= Bišće =

Bišće was a medieval Bosnian župa. Its location was in Hum (Humska zemlja), and its most important towns were residential places of Bosnian rulers and nobility.

== History ==
Župa Bišće is the oldest area of Hum (Humska zemlja). It stretched through the Mostar valley, on the left side of the Neretva river. It is bordered on the west by the river Neretva, where across the Neretva, on its right bank, župa of Večenike (Večerić) existed. The northern border consists of the mountain massifs of Prenj, in the župa of Neretva. In the northeast and the east it borders with the Velež and the župa of Nevesinje respectively, and in the south with the župa of Dubrava. Two areas can be identified in Bišće, Bijelo polje in the north and Bišće or Bišće polje in the south. In the župa of Bišće the most prominent fortified town was Blagaj fortress, and in Bijelo polje there was a fortress of unknown name above the villages of Prigrađani and Podgorani.

Blagaj fortress and town is a town with the oldest tradition in the wider area. It is located on a hill above the river Buna source, on the site of the Roman city of Bona and today's settlement Blagaj. Bišće and Blagaj were the residences of Bosnian rulers and nobles. The Kosačas had a court here. The road from Dubrovnik and Drijeva passed through Bišće, and then continued through the area of today's Mostar to the north along the Neretva to Vrapča (today Vrapčići), Biograd and Konjic towards the interior of Bosnia. Kosačas had the custom and taxation stations on the Buna, in Bišće and Polje.

In the 15th century, the presence of Franciscans in the area of Bišće was recorded. Their monastery (conventus) is mentioned in Bišće under different names (Bišće, Zahum and Novi). From the area of Bišće, young men go to coastal towns to work and learn crafts, as evident from the example of certain Božićko Račić from 1415.

== Bišće in medieval documents ==
Although less often, the people of Bišće are also involved in credit trade, as shown by document from April 1446. Certain Sotko Tvrdišić from Bišće, with the guarantee of the painter Ivan a.k.a. Crnča, borrowed 48 perpers from Petar Pažić. In November 1435, certain Stjepko Bjelutović from Bišće (Lat. Stiepchus Bielutouich de Bisza) undertook a three-year service with Milobrad Jaćković.

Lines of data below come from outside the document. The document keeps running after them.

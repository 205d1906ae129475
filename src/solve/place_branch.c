/* place_branch.c - see place_branch.h. */
#include "solve/place_branch.h"

#include <math.h>
#include <stdlib.h>
#include <string.h>

#include "solve/place_kept.h"
#include "solve/place_relax.h"
#include "solve/place_scan.h"
#include "solve/place_spread.h"

#define AIM_ACCURACY 1e-3 /* of the optimum: the bound holds whatever it is; sharper was slower */

static int settle(struct place_hunt *hunt, size_t depth, const struct place_form *form);

/* One row, one plane: J itself is the bound, wherever its centre. */
static void aim_exactly(const struct place_form *form, struct place_aim *aim)
{
    aim->center = 0;
    aim->base = creal(form->f[0]);
    aim->slope = form->f[2];
    aim->stiffness = creal(form->f[3]);
}

/* The lower bound on what is left as a function of this site's weight; see the header. */
static int aim_at(struct place_hunt *hunt, size_t depth, const struct place_form *form,
                  struct place_aim *aim, double *bound)
{
    struct place_form blend = {0};
    double complex *w = malloc(form->planes * sizeof *w);
    double *lambda = malloc(form->rows * sizeof *lambda);
    struct place_region *region = malloc(form->planes * sizeof *region);
    int result = -1;
    if (w == NULL || lambda == NULL || region == NULL ||
        place_form_init(&blend, form->planes, 1) != 0) {
        goto done;
    }
    for (size_t q = 0; q < form->planes; q++) {
        region[q] = hunt->site[depth + q].region;
    }
    if (place_relax(form, region, hunt->norm, AIM_ACCURACY, place_kept_cutoff(hunt), w, lambda, bound) !=
        0) {
        goto done;
    }
    place_form_blend(form, lambda, &blend);
    aim->center = w[0];
    aim->slope = place_form_slope(&blend, w, 0);
    aim->stiffness = place_form_stiffness(&blend);
    aim->base = place_form_row(&blend, 0, w);
    for (size_t q = 1; q < form->planes; q++) {
        double complex g = place_form_slope(&blend, w, q);
        aim->base += 2 * (place_region_least(&region[q], g) - creal(conj(g) * w[q]));
    }
    result = aim->stiffness < 0 ? -1 : 0;
done:
    place_form_release(&blend);
    free(region);
    free(lambda);
    free(w);
    return result;
}

static int settle_candidates(struct place_hunt *hunt, size_t depth, const struct place_form *form,
                             const struct place_candidates *list)
{
    struct place_form rest = {0};
    int result = place_form_init(&rest, form->planes - 1, form->rows);
    for (size_t i = 0; result == 0 && i < list->count; i++) {
        const struct place_candidate *candidate = &list->candidate[i];
        if (candidate->bound >= place_kept_cutoff(hunt)) {
            break;
        }
        if (hunt->nodes <= 0) {
            hunt->lost = fmin(hunt->lost, candidate->bound);
            break;
        }
        hunt->load[depth] = candidate->load;
        place_form_settle(form, candidate->load.w, &rest);
        double lost = hunt->lost;
        hunt->lost = INFINITY;
        result = settle(hunt, depth + 1, &rest);
        hunt->lost = fmin(lost, fmax(hunt->lost, candidate->bound));
    }
    place_form_release(&rest);
    return result;
}

/* Sums in rising order of their bound, a batch at a time, so that memory stays small. */
static int settle_in_batches(struct place_hunt *hunt, size_t depth, const struct place_form *form,
                             const struct place_aim *aim)
{
    struct place_candidates list = {.room = 256, .from = -INFINITY};
    int result = 0;
    do {
        list.limit = INFINITY;
        result = place_scan_list(hunt, &hunt->site[depth], aim, &list);
        if (result == 0) {
            result = settle_candidates(hunt, depth, form, &list);
        }
        list.from = list.limit;
        list.room = list.room < 16384 ? 2 * list.room : list.room;
    } while (result == 0 && hunt->nodes > 0 && list.from < place_kept_cutoff(hunt));
    if (hunt->nodes <= 0 && list.from < place_kept_cutoff(hunt)) {
        hunt->lost = fmin(hunt->lost, list.from);
    }
    free(list.candidate);
    return result;
}

/* Sites from `depth` on are open; form is what is left for them. */
static int settle(struct place_hunt *hunt, size_t depth, const struct place_form *form)
{
    if (depth == hunt->sites) {
        place_kept_offer(hunt, place_form_worst(form, NULL, NULL));
        return 0;
    }
    if (hunt->site[depth].kind != PLACE_PIECES) {
        return place_spread(hunt, depth, form);
    }
    struct place_aim aim;
    double bound;
    if (depth + 1 == hunt->sites && form->rows == 1) {
        aim_exactly(form, &aim);
        place_scan_last(hunt, depth, &aim, form);
        return 0;
    }
    hunt->nodes -= place_relax_nodes(form);
    if (aim_at(hunt, depth, form, &aim, &bound) != 0) {
        return -1;
    }
    if (bound >= place_kept_cutoff(hunt)) {
        return 0;
    }
    double lost = hunt->lost;
    int result = 0;
    hunt->lost = INFINITY;
    if (depth + 1 == hunt->sites) {
        place_scan_last(hunt, depth, &aim, form);
    } else {
        result = settle_in_batches(hunt, depth, form, &aim);
    }
    hunt->lost = fmin(lost, fmax(hunt->lost, bound));
    return result;
}

int place_branch(struct place_hunt *hunt)
{
    hunt->lost = INFINITY;
    return settle(hunt, 0, &hunt->form);
}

Bišće in Dubrovnik's archive documents:

=== 1380 ===

- “Cheruatin Brayacouich de Bisçe in Minori consilio factus fuit civis Ragusii, qui iuravit fedelitatem et facere omnes factiones tam reales quam personales”.(Date: 4 February 1380). (Source: Mihailo Dinić, Odluke veća Dubrovačke republike, Knjiga 1, Srpska akademija nauka, Zbornik za istoriju, jezik i književnost srpskog naroda, Treće odeljenje 15, Beograd 1951, p. 15.)

=== 1394 ===

- “Ego Millaua Obradi Xoranouich de Bissiçe parcium Bossine etatis XI annorum vel circha confiteor quod de mea bona voluntate presente Radouino fratre meo michi ad hoc consentiente loco me et operas meas magistro Albertino de Chamurata de Padua fisico salariato Ragusii presenti et conducenti me ad standum cum eo ... usque ad decem annos proxime futuris”.(Source: Državni arhiv u Dubrovniku, Serija - Diversa Cancellariae, Svezak - XXXI, Folija - 119 verso (Datum: 12 October 1394)

=== 1408 ===

- “Radogna Ratchouich de Bisça promictit et se obligat locando se et operas suas ser Iacobi de Ruborio de Vigilliis stare secum ... quinque annis continuis ... Pro quo Radogna ... Bogisa Bogutchouich de Bisza se constituit plezium".(Source: Državni arhiv u Dubrovniku, Serija - Diversa Cancellariae, Svezak - XXXVII, Folija - 92 verso (Datum: 21 July 1408)

=== 1415 ===

- "Bositchus Racich de Bisce locando se et operas suas promisit et se solemniter obligauit ser Marrino quondam Zini de Dabie de Dulcigno presenti et stipulanti stare et habitare cum eo hinc ad unum annum proxime futuris et ab ipso non recedere usque ad dictum temporis ... Et pro ipso Bositcho Radete Ratchouich se constituit fideuissorem et principalem solutorem".

== Bibliography ==
- Kurtović, Esad (2009). "Bišće i Blagaj u doba vojvode Sandalja Hranića Kosače - Proceedings, scientific conference Prirodno-graditeljska cjelina blagajske tekije i vrela Bune 10 May 2007"
- Državni arhiv u Dubrovniku, Serija - Diversa Cancellariae, Svezak - XL, Folija - 255 (Date: 29 December 1415).